- PROBLEM DETAILS: Please find the lines in the entries below that contain the word "rand", and copy each one.

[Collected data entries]
§ §
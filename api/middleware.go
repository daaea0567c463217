package api

import (
	"context"
	"crypto/rand"
	"encoding/hex"
	"errors"
	"io"
	"log/slog"
	"net/http"
	"reflect"
	"time"

	"github.com/labstack/echo/v4"
	"github.com/labstack/echo/v4/middleware"

	"ridgehop/internal/telemetry"
)

// requestIDHeader carries the id by which the log knows a request.
const requestIDHeader = "Request-Id"

// bodyLimit is maxBodyBytes as the middleware wants it.
const bodyLimit = "4MiB"

// identified gives each request an id.
func identified(next echo.HandlerFunc) echo.HandlerFunc {
	return func(c echo.Context) error {
		var id [8]byte
		_, _ = rand.Read(id[:]) // never fails
		c.Response().Header().Set(requestIDHeader, "rq_"+hex.EncodeToString(id[:]))
		return next(c)
	}
}

// watched logs and counts each request once it is answered.
func watched(log *slog.Logger, metrics *telemetry.Metrics) echo.MiddlewareFunc {
	return func(next echo.HandlerFunc) echo.HandlerFunc {
		return func(c echo.Context) error {
			began := time.Now()
			if err := next(c); err != nil {
				c.Error(err)
			}
			took, status, route := time.Since(began), c.Response().Status, c.Path()
			if route == "" {
				route = "none"
			}
			metrics.Request(c.Request().Method, route, status, took)
			log.Info("request", "method", c.Request().Method, "route", route, "status", status,
				"took_ms", float64(took.Microseconds())/1000, "request_id", c.Response().Header().Get(requestIDHeader))
			return nil
		}
	}
}

// limited refuses requests beyond the number that may be under way at once,
// before their bodies are read. Whoever watches the service is never refused.
func limited(most int, metrics *telemetry.Metrics) echo.MiddlewareFunc {
	places := make(chan struct{}, most)
	return func(next echo.HandlerFunc) echo.HandlerFunc {
		return func(c echo.Context) error {
			switch c.Path() {
			case "/livez", "/readyz", "/metrics":
				return next(c)
			}
			select {
			case places <- struct{}{}:
				defer func() { <-places }()
				return next(c)
			default:
				metrics.Shed()
				c.Response().Header().Set("Retry-After", "1")
				return overloaded.problem("%d requests are under way; try again in a second.", most)
			}
		}
	}
}

// recovered turns a panic into an error of the server, with its stack in the
// log alone.
func recovered(log *slog.Logger) echo.MiddlewareFunc {
	return middleware.RecoverWithConfig(middleware.RecoverConfig{
		DisableStackAll: true,
		LogErrorFunc: func(c echo.Context, err error, stack []byte) error {
			log.Error("panic", "request_id", c.Response().Header().Get(requestIDHeader), "error", err, "stack", string(stack))
			return err
		},
	})
}

// timed ends the work on a request when its time is up.
func timed(next echo.HandlerFunc) echo.HandlerFunc {
	return func(c echo.Context) error {
		ctx, cancel := context.WithTimeout(c.Request().Context(), requestTime)
		defer cancel()
		c.SetRequest(c.Request().WithContext(ctx))
		return next(c)
	}
}

// hardened forbids browsers to guess types or run anything.
func hardened(next echo.HandlerFunc) echo.HandlerFunc {
	return func(c echo.Context) error {
		h := c.Response().Header()
		h.Set("X-Content-Type-Options", "nosniff")
		h.Set("Content-Security-Policy", "default-src 'none'; style-src 'unsafe-inline'; sandbox")
		return next(c)
	}
}

// answerProblem writes whatever went wrong as a problem document.
func answerProblem(log *slog.Logger) echo.HTTPErrorHandler {
	return func(err error, c echo.Context) {
		if c.Response().Committed {
			return
		}
		p := problemOf(err)
		id := c.Response().Header().Get(requestIDHeader)
		if p.Status == http.StatusInternalServerError {
			log.Error("request failed", "request_id", id, "error", err)
		}
		answer := p.Problem
		answer.RequestId = &id
		path := c.Request().URL.Path
		answer.Instance = &path
		c.Response().Header().Set(echo.HeaderContentType, "application/problem+json")
		if c.Request().Method == http.MethodHead {
			_ = c.NoContent(int(answer.Status))
			return
		}
		_ = c.JSON(int(answer.Status), answer)
	}
}

// binder reads request bodies for the generated server, by the contract.
type binder struct {
	contract *Contract
}

// Bind implements echo.Binder.
func (b binder) Bind(into any, c echo.Context) error {
	if list, ok := into.(*SiteCollection); ok { // of ImportSitesGeojson
		body, err := wholeBody(c.Request().Body)
		*list = body
		return err
	}
	schema := map[reflect.Type]string{
		reflect.TypeFor[*CreateAssessmentJSONRequestBody](): "AssessmentRequest",
		reflect.TypeFor[*CreateAntennaJSONRequestBody]():    "Antenna",
		reflect.TypeFor[*CreateRadioJSONRequestBody]():      "Radio",
		reflect.TypeFor[*SiteRequest]():                     "SiteRequest", // of CreateSite and PutSite
	}[reflect.TypeOf(into)]
	if schema == "" {
		return errors.New("a body that the contract does not know")
	}
	if err := takes(echo.MIMEApplicationJSON, c.Request().Header); err != nil {
		return err
	}
	body, err := wholeBody(c.Request().Body)
	if err != nil {
		return err
	}
	return b.contract.decode(schema, body, into)
}

// wholeBody reads a body to its end. One over its limit is the error of who set
// it.
func wholeBody(r io.Reader) ([]byte, error) {
	body, err := io.ReadAll(r)
	_, tooLong := errors.AsType[*echo.HTTPError](err)
	_, tooLongList := errors.AsType[*http.MaxBytesError](err)
	if err != nil && !tooLong && !tooLongList {
		return nil, badRequest.problem("The body broke off before its end.")
	}
	return body, err
}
§ §
- FINISHED EXERCISE:
	"crypto/rand"
		_, _ = rand.Read(id[:]) // never fails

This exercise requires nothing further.